(Stored data)
----------

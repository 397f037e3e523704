"""Numerical checks of castline's own OLS path against outside references.

Every reference value below has its source named beside it. The fits all go
through the code the pipeline uses: ``NumericTerms`` / ``Design`` from
``pipeline.stages.features`` and ``OLSModel`` from ``pipeline.models.ols``.
"""

from __future__ import annotations

import json
import math

import numpy as np
import pandas as pd
import pytest
import statsmodels.api as sm
from conftest import TEST_DATA
from sklearn.datasets import load_diabetes
from sklearn.linear_model import LinearRegression
from statsmodels.datasets import stackloss

from pipeline.core.design import Design
from pipeline.features.numeric import NumericTerms
from pipeline.models.ols import INTERCEPT, Collinearity, OLSModel

NIST_DIR = TEST_DATA / "nist_strd"
NIST_CERTIFIED = json.loads((NIST_DIR / "certified.json").read_text())  # values stay strings
NIST_DATASETS = ["norris", "pontius", "noint1", "noint2", "longley",
                 "wampler1", "wampler2", "wampler3"]

MIN_LRE = 9.0        # significant digits asked of every certified non-zero value
MIN_COEF_LRE = 11.0  # and of every certified coefficient
ZERO_ABS_TOL = 1e-9  # absolute error allowed where the certified value is exactly 0


def _design(matrix: np.ndarray, names: list[str]) -> Design:
    matrix = np.asarray(matrix, dtype=float)
    return Design(matrix=matrix, names=list(names), series=np.zeros(len(matrix)))


def _fit(matrix: np.ndarray, names: list[str], y: np.ndarray, intercept: bool = True) -> OLSModel:
    return OLSModel(fit_intercept=intercept).fit(_design(matrix, names), np.asarray(y, dtype=float))


# --------------------------------------------------------------------------------------------
# NIST/ITL Statistical Reference Datasets (StRD), Linear Least Squares Regression.
# Data and certified values: tests/data/nist_strd/ (see its README.md).
# --------------------------------------------------------------------------------------------

def _lre(computed: float, certified: str) -> float:
    """Log relative error, capped at 15 (NIST StRD convention); certified is the decimal string."""
    reference = float(certified)
    error = abs(float(computed) - reference)
    if error == 0:
        return 15.0
    if reference == 0:
        return min(15.0, -math.log10(error))
    return min(15.0, -math.log10(error / abs(reference)))


def _nist_fit(name: str) -> OLSModel:
    certified = NIST_CERTIFIED[name]
    frame = pd.read_csv(NIST_DIR / f"{name}.csv")
    if certified["degree"] is None:  # longley: x1..x6 as they are
        columns = [column for column in frame.columns if column != "y"]
        design = _design(frame[columns].to_numpy(float), columns)
    else:                            # polynomial in x up to the certified degree
        terms = NumericTerms("x", certified["degree"]).fit(frame)
        design = _design(terms.transform(frame), terms.get_feature_names_out())
    model = OLSModel(fit_intercept=certified["intercept"])
    return model.fit(design, frame["y"].to_numpy(float))


def _nist_checks(name: str, fit) -> list[tuple[str, float, str]]:
    certified = NIST_CERTIFIED[name]
    checks = [(f"coef[{term}]", value, cert)
              for term, value, cert in zip(fit.names, fit.coef, certified["coef"], strict=True)]
    checks += [(f"se[{term}]", value, cert)
               for term, value, cert in zip(fit.names, fit.stderr, certified["se"], strict=True)]
    checks += [("resid_sd", fit.resid_sd, certified["rsd"]), ("r2", fit.r2, certified["r2"])]
    return checks


@pytest.mark.parametrize("name", NIST_DATASETS)
def test_nist_strd_certified_values(name):
    """NIST/ITL Statistical Reference Datasets (StRD), Linear Least Squares Regression:
    every certified estimate is met to at least 11 significant digits (LRE ≥ 11), every
    standard deviation of the estimate, the residual SD and R² to at least 9 (LRE ≥ 9), or
    within 1e-9 where certified 0."""
    certified = NIST_CERTIFIED[name]
    fit = _nist_fit(name).fit_
    expected_names = ([INTERCEPT] if certified["intercept"] else []) + (
        [f"x{i}" for i in range(1, 7)] if certified["degree"] is None
        else ["x"] + [f"x^{p}" for p in range(2, certified["degree"] + 1)])
    assert fit.names == expected_names
    assert fit.dropped == []
    assert fit.centered_r2 is certified["intercept"]  # noint1/noint2: uncentred R²

    failures = []
    for label, computed, cert in _nist_checks(name, fit):
        if float(cert) == 0:
            if not abs(computed - float(cert)) < ZERO_ABS_TOL:
                failures.append(f"{label}: computed {computed!r}, certified {cert} (abs error)")
        elif _lre(computed, cert) < (MIN_COEF_LRE if label.startswith("coef") else MIN_LRE):
            failures.append(f"{label}: computed {computed!r}, certified {cert}, "
                            f"LRE {_lre(computed, cert):.2f}")
    assert not failures, f"{name}: " + "; ".join(failures)


# --------------------------------------------------------------------------------------------
# Stack-loss data (statsmodels.datasets.stackloss).
# Printed coefficients: Brownlee, K. A. (1965), Statistical Theory and Methodology in
# Science and Engineering, 2nd ed., Wiley.
# --------------------------------------------------------------------------------------------

BROWNLEE_STACKLOSS = {  # Brownlee (1965), printed to 4 decimals
    INTERCEPT: -39.9197, "AIRFLOW": 0.7156, "WATERTEMP": 1.2953, "ACIDCONC": -0.1521,
}


def test_stackloss_matches_brownlee_and_statsmodels():
    data = stackloss.load_pandas()
    columns = list(data.exog.columns)
    assert columns == ["AIRFLOW", "WATERTEMP", "ACIDCONC"]
    x = data.exog.to_numpy(float)
    y = data.endog.to_numpy(float)
    fit = _fit(x, columns, y).fit_

    # Brownlee (1965): each estimate rounds to the printed 4-decimal figure.
    printed = np.array([BROWNLEE_STACKLOSS[name] for name in fit.names])
    np.testing.assert_allclose(fit.coef, printed, rtol=0, atol=5e-5)

    # Reference library: statsmodels OLS on the same data.
    reference = sm.OLS(y, sm.add_constant(x)).fit()
    np.testing.assert_allclose(fit.coef, reference.params, rtol=1e-10, atol=0)
    np.testing.assert_allclose(fit.stderr, reference.bse, rtol=1e-10, atol=0)


# --------------------------------------------------------------------------------------------
# Diabetes data (sklearn.datasets.load_diabetes, default scaled=True: 442 patients, 10 drivers).
# Printed OLS coefficients: Efron, Hastie, Johnstone & Tibshirani (2004), "Least Angle
# Regression", Annals of Statistics 32(2), Table 1 (as cited; the full least-squares fit on
# the standardised data). The values below are FROM MEMORY (rounded to 0.1), so they are
# checked only to ±0.1; the tight check is against scikit-learn.
# --------------------------------------------------------------------------------------------

EFRON_2004_DIABETES_FROM_MEMORY = [  # Efron et al. (2004), from memory, ±0.1
    -10.0, -239.8, 519.8, 324.4, -792.2, 476.7, 101.0, 177.1, 751.3, 67.6,
]


def test_diabetes_matches_efron_2004_and_sklearn():
    data = load_diabetes()
    x, y = data.data, data.target
    assert x.shape == (442, 10)
    fit = _fit(x, list(data.feature_names), y).fit_
    slopes = fit.coef[1:]

    # Efron et al. (2004), from memory: to ±0.1.
    np.testing.assert_allclose(slopes, EFRON_2004_DIABETES_FROM_MEMORY, rtol=0, atol=0.1)

    # Reference library: scikit-learn LinearRegression.
    reference = LinearRegression().fit(x, y)
    np.testing.assert_allclose(slopes, reference.coef_, rtol=1e-9, atol=0)
    np.testing.assert_allclose(fit.coef[0], reference.intercept_, rtol=1e-9, atol=0)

----------

→ **Exercise aim**
Proceeding from the line containing "def _nist_fit(name: str)" through the line containing "standard deviation of", transcribe the lines above exactly, both end lines included.

→ **Response**
def _nist_fit(name: str) -> OLSModel:
    certified = NIST_CERTIFIED[name]
    frame = pd.read_csv(NIST_DIR / f"{name}.csv")
    if certified["degree"] is None:  # longley: x1..x6 as they are
        columns = [column for column in frame.columns if column != "y"]
        design = _design(frame[columns].to_numpy(float), columns)
    else:                            # polynomial in x up to the certified degree
        terms = NumericTerms("x", certified["degree"]).fit(frame)
        design = _design(terms.transform(frame), terms.get_feature_names_out())
    model = OLSModel(fit_intercept=certified["intercept"])
    return model.fit(design, frame["y"].to_numpy(float))


def _nist_checks(name: str, fit) -> list[tuple[str, float, str]]:
    certified = NIST_CERTIFIED[name]
    checks = [(f"coef[{term}]", value, cert)
              for term, value, cert in zip(fit.names, fit.coef, certified["coef"], strict=True)]
    checks += [(f"se[{term}]", value, cert)
               for term, value, cert in zip(fit.names, fit.stderr, certified["se"], strict=True)]
    checks += [("resid_sd", fit.resid_sd, certified["rsd"]), ("r2", fit.r2, certified["r2"])]
    return checks


@pytest.mark.parametrize("name", NIST_DATASETS)
def test_nist_strd_certified_values(name):
    """NIST/ITL Statistical Reference Datasets (StRD), Linear Least Squares Regression:
    every certified estimate is met to at least 11 significant digits (LRE ≥ 11), every
    standard deviation of the estimate, the residual SD and R² to at least 9 (LRE ≥ 9), or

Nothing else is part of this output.